An Extra Baked Potato // A Tribute to my Baba on her birthday

Over the holidays, I went with Grayson to a coaches dinner. There was a food truck parked in the driveway making fresh brick oven pizzas, market lights strung outside, and a big bonfire in the back yard. At these kinds of things, it’s pretty typical for the men to congregate in one area and for the women to gather together in another, and this night was no different. The coaches sat outside around the fire while the coaches wives talked around the kitchen table for hours.

This sweet group of women is made up of all ages; some of their husbands have been coaches for going on 30+ years, and some, like me, are only in year five or six. It’s a sweet, unlikely bond that I already treasure, but will undoubtably grow to treasure even more through the years. The older I get, the more thankful I am to feel like I fit in a group like this, and reminders of Titus 2 fill my heart with hope that one day I might be a veteran in a group like this making the youngest ones hungry for community and fellowship around a kitchen table.

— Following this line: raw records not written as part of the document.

package transport

import (
	"math"
	"math/rand/v2"
	"testing"
)

// pitzerForm is a benchmark workload with the cost and shape of a real
// non-ideal π (a square root, an exponential and a few divisions per call):
// the Pitzer (1973) single-salt osmotic coefficient for a 1-1 salt,
//
//	φ = 1 − A_φ·√m/(1 + b√m) + m·(β⁰ + β¹·e^{−α√m}) + m²·C^φ,
//
// with NaCl's 25 °C parameters β⁰ = 0.0765, β¹ = 0.2664, C^φ = 0.00127
// (Pitzer & Mayorga 1973, Table I), A_φ = 0.3915 (Pitzer 1991, Table 1),
// b = 1.2, α = 2, and π = ν·R·T·c·φ with m ≈ c/ρ_w. It is a timing workload
// only (molality and molarity are not distinguished); the thermodynamics
// lives in engine/thermo.
func pitzerForm(c float64) (float64, float64) {
	const (
		aPhi, b, alpha   = 0.3915, 1.2, 2.0
		beta0, beta1, cp = 0.0765, 0.2664, 0.00127
		rhoW             = 997.047 // kg/m³ at 25 °C, from memory
		k                = 2 * rt
	)
	m := c / rhoW
	s := math.Sqrt(m)
	den := 1 + b*s
	ex := math.Exp(-alpha * s)
	phi := 1 - aPhi*s/den + m*(beta0+beta1*ex) + m*m*cp
	// m·dφ/dm, written so that it is finite at m = 0.
	mdphi := -aPhi*s/(2*den*den) + m*(beta0+beta1*ex) - m*beta1*alpha*s*ex/2 + 2*m*m*cp
	return k * c * phi, k * (phi + mdphi)
}

var (
	sinkResult Result
	sinkF      float64
)

func benchInput(pi OsmoticFunc, ori Orientation) *Input {
	// A seawater-strength feed of the draw salt against a 2 mol/L draw, a
	// typical TFC membrane (within the published ranges, e.g. Coday et al. 2013,
	// Environ. Sci. Technol., SI Table S1) and ECP on both sides.
	return &Input{AMPerSPa: 2 * lmhb, SM: 500 * um, Orientation: ori,
		KDrawMPerS: 5e-5, KFeedMPerS: 5e-5,
		Species: []Species{{Name: "draw", DrawBulkMolPerM3: 2000, FeedBulkMolPerM3: 500,
			BMPerS: 0.4 * lmh, DM2PerS: dNaCl, Pi: pi}}}
}

// BenchmarkSolve times one flux solve per op. "nonlinear" uses pitzerForm
// (about the cost of a real π); "random" cycles through 1024 inputs drawn
// like the robustness test (reverse flow, two species, ΔP included).
func BenchmarkSolve(b *testing.B) {
	for _, tc := range []struct {
		name string
		pi   OsmoticFunc
		ori  Orientation
	}{
		{"vanthoff-ALFS", vantHoff(2), ALFS},
		{"vanthoff-ALDS", vantHoff(2), ALDS},
		{"nonlinear-ALFS", pitzerForm, ALFS},
		{"nonlinear-ALDS", pitzerForm, ALDS},
	} {
		b.Run(tc.name, func(b *testing.B) {
			in := benchInput(tc.pi, tc.ori)
			r := Result{Species: make([]SpeciesResult, 0, 2)}
			b.ReportAllocs()
			for b.Loop() {
				if err := SolveInto(in, &r); err != nil {
					b.Fatal(err)
				}
			}
			sinkResult = r
			b.ReportMetric(float64(r.Stats.Evaluations), "evals/solve")
		})
	}
	b.Run("random", func(b *testing.B) {
		rng := rand.New(rand.NewPCG(1, 2))
		ins := make([]Input, 1024)
		sps := make([][2]Species, len(ins))
		for i := range ins {
			randomInput(rng, &ins[i], &sps[i])
		}
		r := Result{Species: make([]SpeciesResult, 0, 2)}
		b.ReportAllocs()
		i := 0
		for b.Loop() {
			if err := SolveInto(&ins[i&1023], &r); err != nil {
				b.Fatal(err)
			}
			i++
		}
		sinkResult = r
	})
	b.Run("nonlinear-ALFS-Solve", func(b *testing.B) {
		in := benchInput(pitzerForm, ALFS)
		b.ReportAllocs()
		for b.Loop() {
			r, err := Solve(in)
			if err != nil {
				b.Fatal(err)
			}
			sinkResult = r
		}
	})
}

// BenchmarkOsmoticWorkload times one call of the benchmark π alone.
func BenchmarkOsmoticWorkload(b *testing.B) {
	c := 1000.0
	for b.Loop() {
		p, d := pitzerForm(c)
		sinkF += p + d
		c += 1e-9
	}
}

Somehow, that night in the midst of conversation, the topic of hospitality came up. We were talking about how it’s so easy to just get caught up in your own little world with all the obligations and responsibilities of every day life that it can be really hard to stop and focus on nourishing relationships and welcoming people into your home. One of the ladies brought up how garage doors have killed community, because instead of getting out of your car in the driveway and making small talk with your neighbor, you can now just whip right into your attached garage, close the door behind you, and never have to have any contact with the people living around you (and sadly enough, if the truth was known, most of us like it that way).

That’s when I thought of my grandma and something she used to always do. An extra baked potato, wrapped in foil, ready to go just in case someone stopped by at suppertime. 

You see, she prepared herself ahead of time, was willing and waiting to welcome a knock on the back door, and lived a life that always pulled serving others from the back of her mind to the forefront of how she went through the most simple, everyday tasks. If nobody stopped by, there would be a leftover baked potato and it would get eaten, but if someone did stop by, they never felt like they were imposing, because something had been prepared just for them.

That’s how I want to live my life.

Today would be my grandma’s 87th birthday. My Baba went to be with Jesus five years ago, so she didn’t get to see me walk down the aisle or get to meet her youngest great grandchildren (of the eight that she and my Paw have now!). But, her life and legacy lives on and I think of her often and smile. Even now as I write this, with coffee beside me and babies still sleeping, I long for one more afternoon in the kitchen making snickerdoodles alongside her, or one more morning waking up to the clanging of pots and pans and the smell of her biscuits and gravy.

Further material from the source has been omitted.